● Data extract:

//! The PDF service report: the data handed to the template ([`data`]), the plots
//! ([`plots`]), typesetting through an embedded Typst engine with embedded fonts, and atomic
//! writes. Data reaches the template as JSON, never as markup, so nothing from the job file
//! is ever evaluated.

mod axes;
pub mod captions;
pub mod data;
pub mod fonts;
pub mod plots;

use std::fmt;
use std::path::Path;

use typst::foundations::{Datetime, Smart};
use typst::{World, WorldExt};
use typst_as_lib::typst_kit_options::TypstKitFontOptions;
use typst_as_lib::TypstEngine;
use typst_layout::PagedDocument;
use typst_pdf::{PdfOptions, PdfStandard, PdfStandards, Timestamp};

use crate::analysis::Outcome;
use crate::model::{Job, Template};

pub const LIB_TYP: &str = include_str!("../../templates/lib.typ");
pub const CUSTOMER_TYP: &str = include_str!("../../templates/customer.typ");
pub const ARCHIVE_TYP: &str = include_str!("../../templates/archive.typ");
pub const SALE_TYP: &str = include_str!("../../templates/sale.typ");
pub const QUOTE_TYP: &str = include_str!("../../templates/quote.typ");
pub const INVOICE_TYP: &str = include_str!("../../templates/invoice.typ");

/// The most pages a report may have (the built-in templates give 2 to 12 for the samples).
pub const MAX_PAGES: usize = 300;

/// The largest template voicekeep reads (the built-in ones are a few KB each).
pub const MAX_TEMPLATE_BYTES: usize = 1024 * 1024;

/// A template's bytes, refused unless they are UTF-8 text.
pub fn template_text(name: &str, bytes: Vec<u8>) -> Result<Vec<u8>, crate::files::FileError> {
    match std::str::from_utf8(&bytes) {
        Ok(_) => Ok(bytes),
        Err(_) => Err(crate::files::FileError::new(name.to_string(), "it is not UTF-8 text; save the template as UTF-8".into())),
    }
}

#[derive(Debug)]
pub enum ReportError {
    /// The template has errors; each with its file, line and column.
    Template { messages: Vec<String> },
    /// The PDF could not be written out (an internal problem).
    Pdf(String),
}

impl fmt::Display for ReportError {
    fn fmt(&self, f: &mut fmt::Formatter<'_>) -> fmt::Result {
        match self {
            ReportError::Template { messages } => write!(f, "the report template has problems:\n{}", messages.join("\n")),
            ReportError::Pdf(m) => write!(f, "internal error writing the PDF: {m}; please report this"),
        }
    }
}

impl std::error::Error for ReportError {}

/// Renders the report of a job of one cabinet or several to PDF bytes. The same job and
/// findings always give the same bytes.
pub fn render_outcome(job: &Job, outcome: &Outcome, template: &Template) -> Result<Vec<u8>, ReportError> {
    let archive = matches!(template, Template::Archive);
    let doc = typeset(job, outcome, template)?;
    let d = job.info.date;
    let date = Datetime::from_ymd(d.year, d.month, d.day);
    let standards = if archive { PdfStandards::new(&[PdfStandard::A_3b]).map_err(|e| ReportError::Pdf(format!("{e:?}")))? } else { PdfStandards::default() };
    let options = PdfOptions {
        ident: Smart::Custom(format!("voicekeep {} {}", job.info.number, job.info.date)),
        creator: Smart::Custom(Some(format!("voicekeep {}", crate::results::VERSION))),
        timestamp: date.map(Timestamp::new_utc),
        standards,
        ..Default::default()
    };
    typst_pdf::pdf(&doc, &options).map_err(|diags| ReportError::Pdf(diags.iter().map(|d| d.message.to_string()).collect::<Vec<_>>().join("; ")))
}

/// Where a layout mark of the built-in templates fell: `kind` is what the template marked
/// (`table` where a table starts, `row` at each of its body rows, `end` after it; `figure`
/// at a figure's top and `figure-end` below its caption), `page` counts from 1 and `y` is
/// points down from the page's top edge. The marks are invisible; the tests read them to
/// check the layout a reader sees (no table split by a figure, no row alone at a page's foot).
#[derive(Debug, Clone, PartialEq)]
pub struct Mark {
    pub kind: String,
    pub page: usize,
    pub y: f64,
}

/// The layout marks of a report, in the document's order.
pub fn layout_marks(job: &Job, outcome: &Outcome, template: &Template) -> Result<Vec<Mark>, ReportError> {
    use typst::foundations::{Label, Selector};
    use typst::introspection::{Introspector, MetadataElem};
    let doc = typeset(job, outcome, template)?;
    let label = Label::new(typst::utils::PicoStr::intern("vk-mark")).expect("a label's name is not empty");
    let introspector = doc.introspector();
    let found = introspector.query(&Selector::Label(label));
    Ok(found
        .iter()
        .filter_map(|c| {
            let kind = c.to_packed::<MetadataElem>()?.value.clone().cast::<typst::foundations::Str>().ok()?.to_string();
            let at = introspector.position(c.location()?)?;
            Some(Mark { kind, page: at.page.get(), y: at.point.y.to_pt() })
        })
        .collect())
}

/// The drawings of the crossover a template shows, laid out and written as SVG: the
/// customer's report and the sale sheet the speaker as it is now (as left, or as found with
/// no work done), the archive every view, the quotation what it proposes.
pub fn schematics_for(job: &Job, outcome: &Outcome, template: &Template) -> Vec<(crate::schematic::view::View, crate::schematic::Drawing, String)> {
    let quote = matches!(template, Template::Quote);
    let all = crate::schematic::view::views(job, outcome, quote);
    let now = if all.iter().any(|v| v.name == "as-left") { "as-left" } else { "designed" };
    let only = all.len() == 1;
    let keep = |name: &str| match template {
        Template::Customer | Template::Sale => name == now,
        Template::Invoice => false,
        Template::Quote => name != "designed" || only,
        Template::Archive | Template::File { .. } => true,
    };
    all.into_iter()
        .filter(|v| keep(&v.name))
        .map(|v| {
            let d = crate::schematic::layout::layout(&v.circuit);
            let svg = crate::schematic::svg::render(&d, &v.circuit);
            (v, d, svg)
        })
        .collect()
}

/// Lays out the report: the template over the report's data, plots and inputs.
fn typeset(job: &Job, outcome: &Outcome, template: &Template) -> Result<PagedDocument, ReportError> {
    let (main_name, main_text) = match template {
        Template::Customer => ("customer.typ".to_string(), CUSTOMER_TYP.to_string()),
        Template::Archive => ("archive.typ".to_string(), ARCHIVE_TYP.to_string()),
        Template::Sale => ("sale.typ".to_string(), SALE_TYP.to_string()),
        Template::Quote => ("quote.typ".to_string(), QUOTE_TYP.to_string()),
        Template::Invoice => ("invoice.typ".to_string(), INVOICE_TYP.to_string()),
        // A shop template's text came in with the job: rendering reads nothing from disk.
        Template::File { name, text } => (std::path::Path::new(name).file_name().map(|n| n.to_string_lossy().into_owned()).unwrap_or_else(|| "template.typ".into()), text.clone()),
    };
    let results = serde_json::to_vec_pretty(&crate::results::json_outcome(job, outcome)).map_err(|e| ReportError::Pdf(e.to_string()))?;
    let plots = plots::all_outcome(job, outcome);
    let kinds: Vec<crate::model::PlotKind> = plots.iter().map(|(k, _)| *k).collect();
    let mut report_data = match outcome {
        Outcome::One(f) => data::build(job, f, template, &kinds),
        Outcome::Set(set) => data::build_set(job, set, template, &kinds),
    };
    let views = schematics_for(job, outcome, template);
    report_data.schematics =
        views.iter().map(|(v, d, _)| data::SchematicData { name: v.name.clone(), caption: v.caption.clone(), width_pt: (d.width as f64 * 0.75).min(470.0) }).collect();
    // Every text the template sets, with any character no font has replaced (`check` warns
    // of each): a missing glyph would print as an empty box, and the archive's PDF/A refuses it.
    let mut data_value = serde_json::to_value(&report_data).map_err(|e| ReportError::Pdf(e.to_string()))?;
    legible_strings(&mut data_value);
    let data_json = serde_json::to_vec(&data_value).map_err(|e| ReportError::Pdf(e.to_string()))?;

    let mut binaries: Vec<(String, Vec<u8>)> = vec![("data.json".into(), data_json), ("results.json".into(), results)];
    for (kind, svg) in plots {
        binaries.push((format!("plots/{}.svg", kind.name()), svg.into_bytes()));
    }
    for (v, _, svg) in views {
        binaries.push((format!("plots/schematic-{}.svg", v.name), svg.into_bytes()));
    }
    for (i, input) in job.inputs.iter().enumerate() {
        binaries.push((format!("inputs/{i}"), input.bytes.clone()));
    }
    let engine = TypstEngine::builder()
        .fonts(fonts::EXTRA.iter().map(|b| typst::foundations::Bytes::new(*b)))
        .search_fonts_with(TypstKitFontOptions::default().include_system_fonts(false).include_embedded_fonts(true))
        .with_static_source_file_resolver([("lib.typ", LIB_TYP.to_string()), (main_name.as_str(), main_text.clone())])
        .with_static_file_resolver(binaries.iter().map(|(n, b)| (n.as_str(), b.as_slice())))
        .build();
    let d = job.info.date;
    let date = Datetime::from_ymd(d.year, d.month, d.day);
    let doc = engine
        .with_world(main_name.as_str(), |world| {
            // The template's "today" is the job's date, never the clock.
            let world = Dated { inner: world, date };
            typst::compile::<PagedDocument>(&world).output.map_err(|diags| template_error(&world, &diags))
        })
        .map_err(|e| ReportError::Template { messages: vec![format!("{main_name}: {e}")] })??;
    if doc.pages().len() > MAX_PAGES {
        return Err(ReportError::Template {
            messages: vec![format!("{main_name}: the report would run to {} pages, above the {MAX_PAGES} a report may have; no report was written", doc.pages().len())],
        });
    }
    Ok(doc)
}

/// A Typst world whose today is the job's date: a template calling `datetime.today()` gets
/// the same date on every run, so the same inputs give the same bytes.
struct Dated<'w, W: World> {
    inner: &'w W,
    date: Option<Datetime>,
}

impl<W: World> World for Dated<'_, W> {
    fn library(&self) -> &typst::utils::LazyHash<typst::Library> {
        self.inner.library()
    }
    fn book(&self) -> &typst::utils::LazyHash<typst::text::FontBook> {
        self.inner.book()
    }
    fn main(&self) -> typst::syntax::FileId {
        self.inner.main()
    }
    fn source(&self, id: typst::syntax::FileId) -> typst::diag::FileResult<typst::syntax::Source> {
        self.inner.source(id)
    }
    fn file(&self, id: typst::syntax::FileId) -> typst::diag::FileResult<typst::foundations::Bytes> {
        self.inner.file(id)
    }
    fn font(&self, index: usize) -> Option<typst::text::Font> {
        self.inner.font(index)
    }
    fn today(&self, _offset: Option<typst::foundations::Duration>) -> Option<Datetime> {
        self.date
    }
}

/// Replaces, in every string of `v`, the characters no font of the report has, and ties each
/// figure to its unit so a line never ends between "5.72" and "Ω".
fn legible_strings(v: &mut serde_json::Value) {
    match v {
        serde_json::Value::String(s) => {
            if let std::borrow::Cow::Owned(t) = fonts::legible(s) {
                *s = t;
            }
            if let Some(t) = tie_units(s) {
                *s = t;
            }
        }
        serde_json::Value::Array(a) => a.iter_mut().for_each(legible_strings),
        serde_json::Value::Object(o) => o.values_mut().for_each(legible_strings),
        _ => {}
    }
}

/// The units a figure is printed with: the space before one, after a digit, becomes a
/// non-breaking space. None when `s` has no such space.
fn tie_units(s: &str) -> Option<String> {
    const UNITS: [&str; 24] = ["Ω", "mΩ", "kΩ", "MΩ", "Hz", "kHz", "W", "mW", "kW", "V", "mV", "A", "mA", "dB", "dBFS", "F", "µF", "nF", "pF", "H", "mH", "µH", "%", "°C"];
    let bytes = s.as_bytes();
    let mut out: Option<String> = None;
    let mut last = 0;
    for (i, _) in s.match_indices(' ') {
        if i == 0 || !bytes[i - 1].is_ascii_digit() {
            continue;
        }
        let rest = &s[i + 1..];
        let word = rest.split(|c: char| !(c.is_alphanumeric() || matches!(c, 'Ω' | 'µ' | '%' | '°'))).next().unwrap_or("");
        if UNITS.contains(&word) {
            let o = out.get_or_insert_with(String::new);
            o.push_str(&s[last..i]);
            o.push('\u{a0}');
            last = i + 1;
        }
    }
    out.map(|mut o| {
        o.push_str(&s[last..]);
        o
    })
}

/// Typst's diagnostics carry spans, not places: turn them into `file:line:column: message`.
fn template_error(world: &dyn World, diags: &[typst::diag::SourceDiagnostic]) -> ReportError {
    let place = |span: typst::syntax::DiagSpan| -> String {
        let Some(id) = span.id() else { return "template".to_string() };
        let path = id.vpath().get_without_slash().to_string();
        let (Some(range), Ok(source)) = (world.range(span), world.source(id)) else { return path };
        match source.lines().byte_to_line_column(range.start) {
            Some((line, col)) => format!("{path}:{}:{}", line + 1, col + 1),
            None => path,
        }
    };
    let messages = diags
        .iter()
        .map(|d| {
            let mut m = format!("{}: {}", place(d.span), d.message);
            for h in &d.hints {
                m.push_str(&format!("\n  hint: {}", h.v));
            }
            m
        })
        .collect();
    ReportError::Template { messages }
}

● Your goal:
Look above for the line holding "let views = schematics_for(job, outcome, template);". Print it and every line after it, exactly, through the line holding "for (kind, svg)".

● Answer space:
    let views = schematics_for(job, outcome, template);
    report_data.schematics =
        views.iter().map(|(v, d, _)| data::SchematicData { name: v.name.clone(), caption: v.caption.clone(), width_pt: (d.width as f64 * 0.75).min(470.0) }).collect();
    // Every text the template sets, with any character no font has replaced (`check` warns
    // of each): a missing glyph would print as an empty box, and the archive's PDF/A refuses it.
    let mut data_value = serde_json::to_value(&report_data).map_err(|e| ReportError::Pdf(e.to_string()))?;
    legible_strings(&mut data_value);
    let data_json = serde_json::to_vec(&data_value).map_err(|e| ReportError::Pdf(e.to_string()))?;

    let mut binaries: Vec<(String, Vec<u8>)> = vec![("data.json".into(), data_json), ("results.json".into(), results)];
    for (kind, svg) in plots {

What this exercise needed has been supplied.